Sunday, February 16, 2014

INFINITY AND ETERNITY OF ONE


 Melissus of Samos is of a far lesser stature than the other members of the Eleatic school, and even by the kindest regard he does not measure up to his teacher Parmenides. Nietzsche’s works have no mention of his name, and our History of Philosophy of choice, by Bertrand Russell, is equally silent about him. However, this man did exist, and he was a bona fide pre-Socratic, which qualifies him for at least one short entry in this section.

The usually unreliable yet absolutely indispensable Diogenes Laertius writes of him as both a considerable thinker and a prominent citizen of his native Samos, who commanded a fleet which surprisingly defeated the Athenians in 442 BC. Whether Diogenes’ account can be trusted in this case is a minor matter, as we are interested in Melissus the philosopher, and not for his military or political prowess. As for whose pupil Melissus was, Diogenes names both Parmenides and Heraclitus as his teachers. Whereas the Parmenidean connection is generally established as a fact, Melissus’ connection to Heraclitus is certainly spurious, as the biographical dates for both do not seem to add up, even by Diogenes’s own arithmetic.

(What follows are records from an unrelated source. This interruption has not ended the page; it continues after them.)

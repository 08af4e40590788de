// Who may call what, for every route handler in app/api. The route files are found on disk when
// the test runs; every exported HTTP method must have an entry in EXPECTED below, keyed
// "METHOD /api/path/[param]", or the coverage test fails (a new route needs a decision here).
// Each entry is called as five kinds of caller (signed out, a member of another studio, and the
// studio's guest, dyer and owner) against real rows, and, where the route names a record, as the
// other studio's owner in their own studio with this studio's ids (the cross-studio case). The
// expectations are written from the product brief's role table, not read from
// lib/auth/permissions.ts, so a wrong entry in that table fails a cell.
import { randomUUID } from "node:crypto";
import { readdirSync } from "node:fs";
import path from "node:path";
import { fileURLToPath } from "node:url";
import { afterAll, beforeAll, describe, expect, it, vi } from "vitest";
import sharp from "sharp";
import { ColourwaySchema, LayerSchema, NotificationSchema, ReadingSchema, ReferenceCardSchema } from "@/entities";
import type { Role } from "@/entities/studio";
import { getEm, getOrm } from "@/lib/db";
import { env } from "@/lib/env";
import { flushKey } from "@/lib/outbox";
import { unsubscribeToken } from "@/lib/notifications";
import { actAs } from "../support/session";
import { type Person, type StudioFixture, address, addMember, makeInvitation, makeStudio, makeUser } from "../support/fixtures";
import { callInRequestScope } from "../support/next-request";
import { makeReading } from "../support/readings";
import { dosDye, makeBase, makeDye, makeStock, makeTrial } from "../support/trial-fixtures";
import { doc, text } from "../support/comments";
import { makeCard, makeColourway, makeComment, makeTimer } from "../support/records";

vi.mock("@/lib/auth/session-token", async (importOriginal) => {
  const { fakeSessionUserId } = await import("../support/session");
  return { ...(await importOriginal<object>()), sessionUserIdFromCookies: fakeSessionUserId };
});

const TAG = "auth-matrix";
const ROOT = fileURLToPath(new URL("../..", import.meta.url));
const METHODS = ["GET", "POST", "PUT", "PATCH", "DELETE"] as const;
type Method = (typeof METHODS)[number];

type Caller = "anonymous" | "outsider" | Role;
const CALLERS: Caller[] = ["anonymous", "outsider", "guest", "dyer", "owner"];
const DENIALS = new Set([401, 403, 404]);

/* ---------- the routes on disk ---------- */

interface RouteFile {
  /** "/api/studios/[studioId]/trials" */
  pattern: string;
  file: string;
}

function discoverRoutes(): RouteFile[] {
  const apiDir = path.join(ROOT, "app/api");
  return (readdirSync(apiDir, { recursive: true }) as string[])
    .filter((f) => path.basename(f) === "route.ts")
    .map((f) => ({ pattern: `/api/${path.dirname(f).split(path.sep).join("/")}`, file: path.join(apiDir, f) }))
    .sort((a, b) => a.pattern.localeCompare(b.pattern));
}
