def _f_low_estimates(params: chain.ChainParams, req: DesignRequest) -> np.ndarray:
    """Low -3 dB crossing for every sigma, on a grid below the band centre.

    The reference level is |H| at the band centre ``sqrt(f_low f_high)`` of the target,
    close to the midband maximum; the result only ranks the candidates, and the chosen one
    is verified on the full model (``as_built``).
    """
    t = req.target
    f_mid = math.sqrt(t.f_low_hz * t.f_high_hz)
    grid = np.geomspace(t.f_low_hz / 300.0, f_mid, 48)
    f = np.concatenate([grid, [f_mid]])[None, :]
    mag = magnitude.evaluator(params, magnitude.model_of(params))(f)
    mag = np.broadcast_to(mag, (SIGMA_GRID.size, f.shape[1]))
    thr = mag[:, -1:] / math.sqrt(2.0)
    below = mag[:, :-1] < thr
    idx = np.arange(grid.size)[None, :]
    j = np.max(np.where(below, idx, -1), axis=1)
    j = np.clip(j, 0, grid.size - 2)
    m0 = np.log(mag[np.arange(mag.shape[0]), j] / thr[:, 0])
    m1 = np.log(mag[np.arange(mag.shape[0]), j + 1] / thr[:, 0])
    x0, x1 = np.log(grid[j]), np.log(grid[j + 1])
    with np.errstate(divide="ignore", invalid="ignore"):
        x = np.where(m1 != m0, x0 - m0 * (x1 - x0) / (m1 - m0), x0)
    est = np.exp(x)
    est = np.where(below.any(axis=1), est, 0.0)
    return est


# ----------------------------------------------------------------------------- top level


@dataclass(frozen=True)
class Design:
    request: DesignRequest
    synthesis: Synthesis
    ideal: ideal.IdealCascade
    judgement: Judgement
    #: ``(code, message)`` remarks of the stage-count search for the report's warnings.
    notes: tuple = ()

    @property
    def status(self) -> str:
        return self.judgement.status

    @property
    def shortfalls(self) -> list:
        return [dict(s) for s in self.judgement.shortfalls]


def check_request(req: DesignRequest) -> None:
    """Engine-level checks the schema cannot make (they need the resolved op-amp)."""
    span = req.supply.span_v
    op = req.opamp
    if not op.supply_min_v <= span <= op.supply_max_v:
        raise EngineError(
            f"supply span {span:g} V is outside the op-amp's {op.supply_min_v:g}.."
            f"{op.supply_max_v:g} V", field="supply")
    if req.target.f_low_hz == 0 and req.supply.kind != DUAL:
        raise EngineError("f_low_hz = 0 (DC coupling) needs a dual supply", field="target.f_low_hz")


#: Auto mode skips stage counts whose *ideal* f_high is below this fraction of the target
#: (E-series rounding moves the as-built figure by well under 3 %).
IDEAL_REACH_FRACTION = 0.97


def _stable(req: DesignRequest, n: int) -> bool:
    """True when n identical stages run at a noise gain the op-amp is stable at."""
    g = req.target.gain ** (1.0 / n)
    return ideal.noise_gain(g, req.topology) >= req.opamp.min_stable_gain


def _ideal_f_high_hz(req: DesignRequest, n: int) -> float:
    return ideal.ideal_cascade(req.target.gain, req.target.f_low_hz, req.opamp.gbw_hz, n,
                               req.topology).f_high_hz


#: Auto mode tries at most this many stages beyond the fewest that reach the target
#: ideally (more stages than that add parts, noise and supply ripple gain for nothing a
#: practising engineer would trade them for; band_limit.EXTRA_STAGES is the same margin).
AUTO_EXTRA_STAGES = 3


def stage_counts_to_try(req: DesignRequest) -> list[int]:
    """Auto mode: stage counts in increasing order whose ideal f_high can reach the target
    and whose stage noise gain the op-amp tolerates, up to ``AUTO_EXTRA_STAGES`` beyond the
    first."""
    counts = [n for n in range(1, ideal.MAX_STAGES + 1) if _stable(req, n)
              and _ideal_f_high_hz(req, n) >= IDEAL_REACH_FRACTION * req.target.f_high_hz]
    return [n for n in counts if n <= counts[0] + AUTO_EXTRA_STAGES] if counts else []


def best_reach(req: DesignRequest) -> int:
    """Stage count with the highest ideal f_high among the stable ones (1 if none)."""
    stable = [n for n in range(1, ideal.MAX_STAGES + 1) if _stable(req, n)]
    return max(stable, key=lambda n: (_ideal_f_high_hz(req, n), -n), default=1)


def _no_deadline(where: str | None = None) -> None:
    return None


def output_beyond_window(req: DesignRequest) -> tuple[float, float] | None:
    """``(needed peak V, window V)`` when the output signal alone, ``input_peak_v`` times
    the target gain at its lower tolerance, exceeds the op-amp's whole output window
    ``(v_pos - swing_to_pos_v) - (v_neg + swing_to_neg_v)``; else None.

    The last stage's output carries that signal around its DC level, which leaves at most
    half the window on either side, so no circuit meeting the gain passes ``output_swing``
    (by a factor of two at least, whatever the stage count, bias or offsets)."""
    op, sup, t = req.opamp, req.supply, req.target
    window = (sup.v_pos - op.swing_to_pos_v) - (sup.v_neg + op.swing_to_neg_v)
    need = req.signal.input_peak_v * t.gain * 10.0 ** (-t.gain_tolerance_db / 20.0)
    return (need, window) if need > window else None


#: Loop gain at DC (A0 over the stage's noise gain) a stage keeps when auto mode designs a
#: single count for a request that clips anyway: under 10 the open-loop gain, not the
#: feedback network, sets the stage gain (common practice).
LOOP_GAIN_MIN = 10.0


def _count_for_clipping(req: DesignRequest) -> int:
    """The one stage count designed when the output is beyond the window: the fewest auto
    mode tries whose noise gain per stage is at most ``A0 / LOOP_GAIN_MIN``, else the most
    it tries (``best_reach`` when it tries none)."""
    counts = stage_counts_to_try(req)
    if not counts:
        return best_reach(req)
    g_max = req.opamp.a0 / LOOP_GAIN_MIN
    fit = [n for n in counts
           if ideal.noise_gain(req.target.gain ** (1.0 / n), req.topology) <= g_max]
    return fit[0] if fit else counts[-1]


def judge_synthesis(req: DesignRequest, syn: Synthesis, *, startup: bool = True) -> Judgement:
    """The verdict on a synthesised circuit at the request's conditions, limits and
    tolerances (its predicted yield included)."""
    est = syn.yield_estimate or yield_estimate.predict(syn.circuit, req.target,
                                                       tolerances_of(req.components))
    return judge(syn.circuit, syn.as_built, target=req.target,
                 input_peak_v=req.signal.input_peak_v, limits=req.limits,
                 supply_rejection_hz=req.supply_rejection_hz, startup=startup,
                 yield_est=est)
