"""How the cascade's gain is split over its stages (request field ``gain_split``).

* ``"equal"`` (default): n identical stages of ``G**(1/n)``, the textbook cascade that
  maximises bandwidth for a given op-amp.
* ``"low_noise"``: more of the gain in stage 1, so the noise of every later stage (its
  resistors and op-amp) is divided by a larger gain when referred to the input (Friis'
  formula for cascaded stages, common practice). Stage 1 takes the largest gain that
  still leaves (all with the stage-1 output at the stated input peak):

  - swing: its output peak at most ``SWING_USE`` of the room between the mid-rail and the
    nearer swing limit (6 dB of headroom kept);
  - slew: ``2 pi f_high x peak`` at most ``SLEW_USE`` of the slew rate;
  - bandwidth: the cascade of single-pole stages (each at ``GBW / noise gain``) keeping its
    -3 dB corner at least ``BANDWIDTH_MARGIN`` times the target's upper corner
    (``f_high_max_hz`` when given: band-limited stages need their op-amp poles above it);
  - stability: every later stage keeps a noise gain of at least ``min_stable_gain``.

  The remaining stages share the rest equally. When these leave no room above the equal
  split, the split stays equal.

The ideal block of the response keeps describing the equal split; the as-built block is
the truth.
"""

from __future__ import annotations

import math

from service.engine.model.circuit import DUAL, NON_INVERTING, DesignRequest

EQUAL = "equal"
LOW_NOISE = "low_noise"
SPLITS = (EQUAL, LOW_NOISE)
SWING_USE = 0.5
SLEW_USE = 0.5
BANDWIDTH_MARGIN = 1.15
#: Bisection steps on ln(stage-1 gain) (2**-40 of the range: far below an E96 step).
STEPS = 40


def _noise_gain(g: float, topology: str) -> float:
    return g if topology == NON_INVERTING else 1.0 + g


def cascade_f_high_hz(gains, gbw_hz: float, topology: str) -> float:
    """-3 dB corner of single-pole stages at ``GBW / noise gain``: the f with
    ``prod (1 + (f/f_k)^2) = 2`` (handbook cascade formula), by bisection in ln f."""
    poles = [gbw_hz / _noise_gain(g, topology) for g in gains]
    lo, hi = math.log(min(poles) * 1e-3), math.log(min(poles) * 2.0)
    for _ in range(80):
        mid = 0.5 * (lo + hi)
        f = math.exp(mid)
        if sum(math.log1p((f / p) ** 2) for p in poles) > math.log(2.0):
            hi = mid
        else:
            lo = mid
    return math.exp(0.5 * (lo + hi))


def first_stage_gain(req: DesignRequest, n: int) -> float | None:
    """Stage 1's gain for ``low_noise`` (module docstring); None for an equal split."""
    if getattr(req, "gain_split", EQUAL) != LOW_NOISE or n < 2:
        return None
    t = req.target
    op = req.opamp
    gain = t.gain
    equal = gain ** (1.0 / n)
    peak_in = req.signal.input_peak_v
    v_lo = req.supply.v_neg + op.swing_to_neg_v
    v_hi = req.supply.v_pos - op.swing_to_pos_v
    ref = 0.0 if req.supply.kind == DUAL else 0.5 * (v_lo + v_hi)
    room = min(v_hi - ref, ref - v_lo)
    caps = [SWING_USE * room / peak_in]
    f_edge = t.f_high_max_hz or t.f_high_hz
    caps.append(SLEW_USE * op.slew_v_per_us * 1e6 / (2.0 * math.pi * f_edge * peak_in))
    # later stages keep their noise gain at or above min_stable_gain
    rest_min = op.min_stable_gain if req.topology == NON_INVERTING else \
        max(op.min_stable_gain - 1.0, 1e-9)
    caps.append(gain / max(rest_min, 1.0) ** (n - 1))
    cap = min(caps)
    need = BANDWIDTH_MARGIN * f_edge

    def reach(g1: float) -> float:
        rest = (gain / g1) ** (1.0 / (n - 1))
        return cascade_f_high_hz([g1] + [rest] * (n - 1), op.gbw_hz, req.topology)

    if cap <= equal or reach(equal) < need:
        return None
    lo, hi = math.log(equal), math.log(cap)
    if reach(cap) >= need:
        return cap
    for _ in range(STEPS):
        mid = 0.5 * (lo + hi)
        if reach(math.exp(mid)) >= need:
            lo = mid
        else:
            hi = mid
    g1 = math.exp(lo)
    return g1 if g1 > equal * 1.001 else None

Among his extant Fragments, quoted by Simplicius, here are a few interesting samples:

1. What was, always was, and always shall be. For, if it came into being, necessarily, before its generation, there was nothing; so if there were nothing, nothing at all would come from nothing. (This offhand denial of even the least possibility of creatio ex nihilo clashes with the Christian doctrine, and thus, without making a judgment as to who is right and who is wrong, one thing at least is clear that creatio ex nihilo ought not to be dismissed so lightly as something impossible and self-evidently false. Thus with the basic premise of the Melissian doctrine formulated on such rationalistic ground, we can hardly expect from Melissus any mystical solutions to the problem of the Genesis, which is of course a deficiency. As for his general usefulness, see my closing comment. Having said that, Melissus’ deficiencies may make him less interesting than the greatest pre-Socratics, yet this is not a good reason to deny him his pre-Socratic value. A collection of ancient coins may contain items of sharply unequal value, but none of them ought to be discarded merely on that comparative basis. His extant fragments, even if somewhat deficient, allow us to follow Melissus’ line of thinking, which is in itself a treasure trove for modern thinkers.)

8i. If there were many things, they would have to be such as I say the one is. For if there is earth, and water, and air, and fire, and iron, and gold, and one living and another dead, and again black and white, and all the other things which people say are real, if indeed there are these and we see and hear correctly, each must be such as we first decided, and they cannot change or become different, but each is always as it is. (We may easily challenge Melissus’ logic in these fragments, perhaps too easily, but before we dismiss it altogether, let us remember that the outward silliness of Zeno’s famous Paradoxes has never prevented them from being studied in all seriousness for well over two thousand years, admittedly putting philosophers at a considerable loss to prove that the proposition that an athletic man can never overtake a tortoise in a race, if that tortoise has been given even the slightest of handicaps over him…)

8ii. But, as we say that we see and hear and perceive correctly, and yet it appears to us that the hot becomes cold, and the cold hot, and the hard soft, and the soft hard, and the living dies and there is birth from what is not living, and all these things change around and what a thing was and what it is now are not the same, but iron, which is hard, is rubbed away by contact with the finger, and also gold and stone, and whatever seems to us to be strong, and from water come earth and stone, so it happens that we do not understand what there is.

9. So if it exists it must be one; and being one, it could not have body. If it had any thickness, it would have parts, and would no longer be one.

10. If what exists is divided, it moves: and if it moves, it would not exist.

His arguments are generally derivative from Parmenides, and, where they are original, they do not add any substance to the Parmenidean doctrine, except to assert that the One is both infinite and eternal, which has a good point, but the demonstration is faulty, thus making it demonstrably unhelpful in unraveling some of the finer mysteries within the Parmenidean puzzle.